# Demonic Pather (or so he seems)



## karissa (Nov 2, 2006)

I have always said my cat was a little terror.  Well, I thought this cap was rather fitting for him.  He however, dissagreed.


----------



## sthvtsh (Nov 26, 2006)

I must say I'm really glad the shot was of your cat. Becuase I had a bad feeling it'd be of a pather with white eyes, and that'd be lame.

Anyway, your cat is so cute!! Or.. uh.. menacing.  =P


----------



## karissa (Nov 29, 2006)

lol.. thanks... I love that little devil....


----------



## oldnavy170 (Nov 30, 2006)

I am not a cat fan but I love this photo.  It is wayyyyy to funny!!!!


----------



## JimmyJaceyMom (Nov 30, 2006)

yes he looks less than amused!


----------



## astrostu (Dec 1, 2006)

I think if cats could roll their eyes, this cat would be doing so.


----------



## karissa (Dec 1, 2006)

He was less than amused....


----------



## Puscas (Dec 2, 2006)

oooooooooooh...he looks like our cat we had to leave behind in Europe...

cute pic!






pascal


----------



## karissa (Dec 3, 2006)

awwww.. you had to leave your cat!  How sad!


----------



## Puscas (Dec 3, 2006)

karissa said:
			
		

> awwww.. you had to leave your cat!  How sad!

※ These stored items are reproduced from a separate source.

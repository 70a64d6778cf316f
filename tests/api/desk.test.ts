/**
 * The desk over HTTP: claiming (first wins, the owner is told who will call, a cap on open
 * claims), the pipeline's moves, notes, handing a lead back, the lists' filters and order, and
 * what bad input gets.
 */
import { randomUUID } from 'node:crypto';
import fc from 'fast-check';
import { afterAll, beforeAll, describe, expect, it } from 'vitest';
import { closeDb } from '../../src/db/client';
import { stopSender } from '../../src/lib/jobs/queue';
import type { LeadDetail, LeadListResponse, MyLead, OpenLead } from '../../src/schemas/leads';
import { asPerson, ensureConsultant, ensureDeskRegion, passwordCookie, submitLead } from '../support/desk';
import { messagesTo, waitForMessages } from '../support/fixtures';
import { appFetch } from '../support/stack';

let first: string;
let second: string;
let capped: string;
const firstEmail = 'desk-first@lyrebird-thermal.example';
const secondEmail = 'desk-second@wombat-lagging.example';

async function detail(cookie: string, id: string): Promise<LeadDetail> {
  const response = await asPerson(cookie, `/api/leads/${id}`);
  expect(response.status).toBe(200);
  return ((await response.json()) as { lead: LeadDetail }).lead;
}

async function list(cookie: string, query: string): Promise<LeadListResponse> {
  const response = await asPerson(cookie, `/api/leads?${query}`);
  expect(response.status, await response.clone().text()).toBe(200);
  return (await response.json()) as LeadListResponse;
}

describe('the desk API', () => {
  beforeAll(async () => {
    const region = await ensureDeskRegion('test-desk-lyrebird', 'Lyrebird Gully (desk)', ['31']);
    const capRegion = await ensureDeskRegion('test-desk-numbat', 'Numbat Hills (desk)', ['32']);
    await ensureConsultant({ email: firstEmail, name: 'Tess Lyrebird', firm: 'Lyrebird Thermal', phone: '+61 3 5550 4411', regionIds: [region] });
    await ensureConsultant({ email: secondEmail, name: 'Omar Wombat', firm: 'Wombat Lagging', phone: '+61 3 5550 4422', regionIds: [region] });
    await ensureConsultant({ email: 'desk-capped@numbat-insulation.example', name: 'Kit Numbat', firm: 'Numbat Insulation', regionIds: [capRegion], cap: 2 });
    first = await passwordCookie(firstEmail);
    second = await passwordCookie(secondEmail);
    capped = await passwordCookie('desk-capped@numbat-insulation.example');
  });

  afterAll(async () => {
    await stopSender();
    await closeDb();
  });

  it('a claim gives the lead to the first consultant, tells the owner who will call, and answers the second with who was first', async () => {
    const lead = await submitLead('3101');
    const won = await asPerson(first, `/api/leads/${lead.id}/claim`, { method: 'POST', body: {} });
    expect(won.status).toBe(200);
    expect(await won.json()).toMatchObject({ lead: { id: lead.id, status: 'claimed', claimedAt: expect.any(String) } });

    const lost = await asPerson(second, `/api/leads/${lead.id}/claim`, { method: 'POST', body: {} });
    expect(lost.status).toBe(409);
    const body = (await lost.json()) as { error: { code: string; message: string; details: { firm: string; claimedAt: string } } };
    expect(body.error.code).toBe('ALREADY_CLAIMED');
    expect(body.error.details.firm).toBe('Lyrebird Thermal');
    expect(body.error.message).toContain('Lyrebird Thermal claimed this lead first');

    const mail = await waitForMessages(lead.ownerEmail, (m) => m.some((x) => x.subject.includes('will contact you')));
    const introduction = mail.find((m) => m.subject.includes('will contact you'))!;
    expect(introduction.subject).toBe(`Tess Lyrebird of Lyrebird Thermal will contact you about ${lead.reference}`);
    for (const fact of ['Tess Lyrebird', 'Lyrebird Thermal', '+61 3 5550 4411', firstEmail]) expect(introduction.text).toContain(fact);

    const held = await detail(first, lead.id);
    expect(held.contact?.email).toBe(lead.ownerEmail);
    expect(held.allowed).toEqual({ claim: false, moves: ['in_touch', 'closed'], release: true, note: true });
    expect(held.timeline?.map((e) => e.action)).toEqual(['assessment.submitted', 'lead.claimed']);
  });

  it('moves follow the pipeline table; a move it does not allow is 409 with the reason', async () => {
    const lead = await submitLead('3102');
    await asPerson(first, `/api/leads/${lead.id}/claim`, { method: 'POST', body: {} });
    const skip = await asPerson(first, `/api/leads/${lead.id}/moves`, { method: 'POST', body: { to: 'signed' } });
    expect(skip.status).toBe(409);
    expect(await skip.json()).toMatchObject({ error: { code: 'INVALID_TRANSITION', message: expect.stringContaining('send the report first') } });
    const walk = await asPerson(first, `/api/leads/${lead.id}/moves`, { method: 'POST', body: { to: 'site_walk_booked' } });
    expect(walk.status).toBe(409);
    expect(((await walk.json()) as { error: { message: string } }).error.message).toBe('From “Taken on” a lead moves to “Talking” or “Closed”, not to “Walk booked”.');

    for (const to of ['in_touch', 'site_walk_booked'] as const) {
      const moved = await asPerson(first, `/api/leads/${lead.id}/moves`, { method: 'POST', body: { to, note: `now ${to}` } });
      expect(moved.status).toBe(200);
      expect(await moved.json()).toEqual({ lead: { id: lead.id, status: to } });
    }
    const again = await asPerson(first, `/api/leads/${lead.id}/moves`, { method: 'POST', body: { to: 'site_walk_booked' } });
    expect(again.status).toBe(409);
    const closed = await asPerson(first, `/api/leads/${lead.id}/moves`, { method: 'POST', body: { to: 'closed', reason: 'postponed', note: 'After the summer shutdown.' } });
    expect(closed.status).toBe(200);
    const after = await detail(first, lead.id);
    expect(after.status).toBe('closed');
    expect(after.allowed).toEqual({ claim: false, moves: [], release: false, note: true });
    const moves = after.timeline!.filter((e) => e.action === 'lead.moved').map((e) => e.detail);
    expect(moves).toEqual([
      { from: 'claimed', to: 'in_touch', note: 'now in_touch' },
      { from: 'in_touch', to: 'site_walk_booked', note: 'now site_walk_booked' },
      { from: 'site_walk_booked', to: 'closed', reason: 'postponed', note: 'After the summer shutdown.' },
    ]);
    const fresh = await submitLead('3102');
    const unclaimed = await asPerson(first, `/api/leads/${fresh.id}/moves`, { method: 'POST', body: { to: 'in_touch' } });
    expect(unclaimed.status).toBe(409);
    expect(await unclaimed.json()).toMatchObject({ error: { message: 'Claim the lead before moving it along.' } });
  });

  it('notes join the timeline with who wrote them', async () => {
    const lead = await submitLead('3103');
    await asPerson(first, `/api/leads/${lead.id}/claim`, { method: 'POST', body: {} });
    const noted = await asPerson(first, `/api/leads/${lead.id}/notes`, { method: 'POST', body: { text: '  Called Petra; boiler room access Tuesdays.  ' } });
    expect(noted.status).toBe(201);
    expect(await noted.json()).toMatchObject({ entry: { action: 'lead.noted', actor: { name: 'Tess Lyrebird', firm: 'Lyrebird Thermal' }, detail: { text: 'Called Petra; boiler room access Tuesdays.' } } });
    const timeline = (await detail(first, lead.id)).timeline!;
    expect(timeline.at(-1)).toMatchObject({ action: 'lead.noted', detail: { text: 'Called Petra; boiler room access Tuesdays.' } });
  });

  it('handing a lead back opens it again and alerts the region’s other consultants, not the one who handed it back', async () => {
    const lead = await submitLead('3104');
    await asPerson(first, `/api/leads/${lead.id}/claim`, { method: 'POST', body: {} });
    await asPerson(first, `/api/leads/${lead.id}/moves`, { method: 'POST', body: { to: 'in_touch' } });
    const released = await asPerson(first, `/api/leads/${lead.id}/release`, { method: 'POST', body: { reason: 'too-far', note: 'Three hours each way.' } });
    expect(released.status).toBe(200);
    expect(await released.json()).toEqual({ lead: { id: lead.id, status: 'fresh' } });
    const seen = await detail(second, lead.id);
    expect(seen).toMatchObject({ status: 'fresh', contact: null, claimedBy: null, allowed: { claim: true } });
    const again = await waitForMessages(secondEmail, (m) => m.some((x) => x.subject.startsWith('Open again') && x.subject.includes(lead.reference)));
    expect(again.find((x) => x.subject.includes(lead.reference))?.text).toContain('handed it back');
    expect((await messagesTo(firstEmail)).filter((m) => m.subject.startsWith('Open again') && m.subject.includes(lead.reference))).toEqual([]);
    // And the second consultant may take it on.
    expect((await asPerson(second, `/api/leads/${lead.id}/claim`, { method: 'POST', body: {} })).status).toBe(200);
  });

  it('a consultant at their cap of open claims gets 409 with the reason, and simultaneous claims never pass it', async () => {
    const leads = await Promise.all(Array.from({ length: 6 }, (_, i) => submitLead(`320${i}`)));
    const answers = await Promise.all(leads.map((lead) => asPerson(capped, `/api/leads/${lead.id}/claim`, { method: 'POST', body: {} })));
    const statuses = answers.map((a) => a.status).sort();
    expect(statuses).toEqual([200, 200, 409, 409, 409, 409]);
    for (const answer of answers.filter((a) => a.status === 409)) {
      expect(await answer.json()).toMatchObject({ error: { code: 'CLAIM_LIMIT', details: { openClaims: 2, cap: 2 }, message: expect.stringContaining('your limit is 2') } });
    }
    const mine = await list(capped, 'view=mine&stage=claimed');
    expect(mine.total).toBe(2);
  });

  it('the open list is paged, sorted and filtered on the server', async () => {
    const tag = randomUUID().slice(0, 4);
    await Promise.all(Array.from({ length: 3 }, () => submitLead('3105', { company: `Gully Creamery ${tag}` })));
    const page1 = await list(second, 'view=open&pageSize=10&sort=loss&dir=asc');
    expect(page1.pageSize).toBe(10);
    expect(page1.total).toBeGreaterThanOrEqual(3);
    const losses = (page1.items as OpenLead[]).map((l) => l.annualLoss.likely);
    expect(losses).toEqual([...losses].sort((a, b) => a - b));
    const withPhotos = await list(second, 'view=open&photos=yes');
    expect(withPhotos.items.every((l) => l.photoCount > 0)).toBe(true);
    const glycol = await list(second, 'view=open&service=glycol');
    expect(glycol.total).toBe(0);
    const both = await list(second, 'view=open&service=steam&service=hot-water&runsMin=2&runsMax=2&maxAgeDays=1&plantType=creamery');
    expect(both.total).toBe(page1.total);
    const cheap = await list(second, 'view=open&lossMax=0.01');
    expect(cheap.total).toBe(0);
    const otherRegion = await list(second, `view=open&region=${randomUUID()}`);
    expect(otherRegion.total).toBe(0);
    const mine = await list(first, 'view=mine');
    expect((mine.items as MyLead[]).every((l) => typeof l.company === 'string' && l.status !== 'fresh')).toBe(true);
  });

  it('bad input answers 400 with the field path and a sentence', async () => {
    const lead = await submitLead('3106');
    await asPerson(first, `/api/leads/${lead.id}/claim`, { method: 'POST', body: {} });
    const cases: [string, string, unknown, string][] = [
      ['GET', '/api/leads?view=everything', undefined, 'view'],
      ['GET', '/api/leads?pageSize=7', undefined, 'pageSize'],
      ['GET', '/api/leads?lossMin=lots', undefined, 'lossMin'],
      ['GET', '/api/leads?lossMin=500&lossMax=100', undefined, 'lossMax'],
      ['GET', '/api/leads?service=lava', undefined, 'service.0'],
      ['GET', '/api/leads?sort=color', undefined, 'sort'],
      ['POST', `/api/leads/${lead.id}/moves`, { to: 'report_sent' }, 'to'],
      ['POST', `/api/leads/${lead.id}/moves`, { to: 'closed' }, 'reason'],
      ['POST', `/api/leads/${lead.id}/moves`, { to: 'closed', reason: 'other' }, 'note'],
      ['POST', `/api/leads/${lead.id}/moves`, { to: 'in_touch', color: 'red' }, '(body)'],
      ['POST', `/api/leads/${lead.id}/notes`, { text: '   ' }, 'text'],
      ['POST', `/api/leads/${lead.id}/notes`, { text: 'x'.repeat(4001) }, 'text'],
      ['POST', `/api/leads/${lead.id}/release`, { reason: 'bored' }, 'reason'],
    ];
    for (const [method, path, body, field] of cases) {
      const response = await asPerson(first, path, { method, body });
      expect(response.status, `${method} ${path} ${JSON.stringify(body)}`).toBe(400);
      const answer = (await response.json()) as { error: { issues: { path: string; message: string }[] } };
      expect(answer.error.issues.map((i) => i.path), path).toContain(field);
      for (const issue of answer.error.issues) expect(issue.message.length).toBeGreaterThan(10);
    }
  });

  it('answers every body and query below 500', async () => {
    const lead = await submitLead('3107');
    await fc.assert(
      fc.asyncProperty(
        fc.constantFrom('claim', 'moves', 'notes', 'release'),
        fc.oneof(fc.json({ maxDepth: 3 }), fc.string({ maxLength: 200 })),
        async (action, body) => {
          const response = await appFetch(`/api/leads/${lead.id}/${action}`, {
            method: 'POST',
            headers: { cookie: second, 'content-type': 'application/json' },
            body,
          });
          await response.arrayBuffer();
          return response.status < 500;
        },
      ),
      { numRuns: 40, seed: 7 },
    );
    await fc.assert(
      fc.asyncProperty(fc.dictionary(fc.constantFrom('view', 'page', 'pageSize', 'sort', 'dir', 'lossMin', 'service', 'photos', 'region', 'stage'), fc.string({ maxLength: 40 })), async (params) => {
        const response = await asPerson(second, `/api/leads?${new URLSearchParams(params)}`);
        await response.arrayBuffer();
        return response.status === 200 || response.status === 400;
      }),
      { numRuns: 60, seed: 11 },
    );
  });
});


describe('the desk in /api/openapi.json', () => {
  it('documents every lead endpoint with the schemas the server parses and answers with', async () => {
    const doc = (await (await appFetch('/api/openapi.json')).json()) as {
      paths: Record<string, Record<string, { parameters?: { name: string }[] }>>;
      components: { schemas: Record<string, { properties?: Record<string, { enum?: string[] }> }> };
    };
    expect(Object.keys(doc.paths)).toEqual(
      expect.arrayContaining(['/api/leads', '/api/leads/{id}', '/api/leads/{id}/claim', '/api/leads/{id}/moves', '/api/leads/{id}/release', '/api/leads/{id}/notes']),
    );
    expect(doc.paths['/api/leads']!.get!.parameters!.map((p) => p.name)).toEqual(
      expect.arrayContaining(['view', 'page', 'sort', 'region', 'plantType', 'service', 'lossMin', 'spreadMax', 'runsMin', 'photos', 'maxAgeDays']),
    );
    expect(doc.components.schemas.MoveRequest!.properties!.to!.enum).toEqual(['in_touch', 'site_walk_booked', 'signed', 'closed']);
    expect(Object.keys(doc.components.schemas.LeadList!.properties!)).toEqual(['view', 'items', 'page', 'pageSize', 'total', 'pageCount']);
  });
});
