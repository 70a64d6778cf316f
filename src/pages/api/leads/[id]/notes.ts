import { endpoint, json, parseJsonBody } from '../../../../lib/http';
import { requirePermission } from '../../../../lib/guards';
import { addLeadNote, reachableLead } from '../../../../lib/leads/work';
import { noteRequestSchema } from '../../../../schemas/leads';

export const prerender = false;

/** POST /api/leads/{id}/notes `{ text }`: adds a note to the lead's timeline. */
export const POST = endpoint(async ({ locals, params, request }) => {
  const user = requirePermission(locals, 'lead', 'update');
  await reachableLead(user, params.id);
  const note = await parseJsonBody(request, noteRequestSchema);
  return json({ entry: await addLeadNote(user, params.id, note) }, 201);
});
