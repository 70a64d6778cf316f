import { endpoint, json, parseJsonBody } from '../../../../lib/http';
import { requirePermission } from '../../../../lib/guards';
import { moveLead, reachableLead } from '../../../../lib/leads/work';
import { moveRequestSchema } from '../../../../schemas/leads';

export const prerender = false;

/** POST /api/leads/{id}/moves `{ to, note?, reason? }`: moves a held lead along the pipeline. */
export const POST = endpoint(async ({ locals, params, request }) => {
  const user = requirePermission(locals, 'lead', 'update');
  // The id is checked before the body, so a lead out of reach answers 404 whatever was sent.
  await reachableLead(user, params.id);
  const move = await parseJsonBody(request, moveRequestSchema);
  return json({ lead: await moveLead(user, params.id, move) });
});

2 cats..., but I'll be seeing them next month..






pascal


----------



## neea (Dec 3, 2006)

If I put anything like this on my cats they'd be up and down the walls in a heart beat.
He seems pretty relaxed for being slightly irritated and un-amused


----------



## bla (Dec 5, 2006)

Hehehe, reminds me of when I first put a collar on my cat, the only time he wouldn't be looking at me like that was when I gave him food.


----------



## karissa (Dec 6, 2006)

neea said:
			
		

> If I put anything like this on my cats they'd be up and down the walls in a heart beat.
> He seems pretty relaxed for being slightly irritated and un-amused


  He is a pretty darn good cat most of the time... puts up with me.... thats saying something...


----------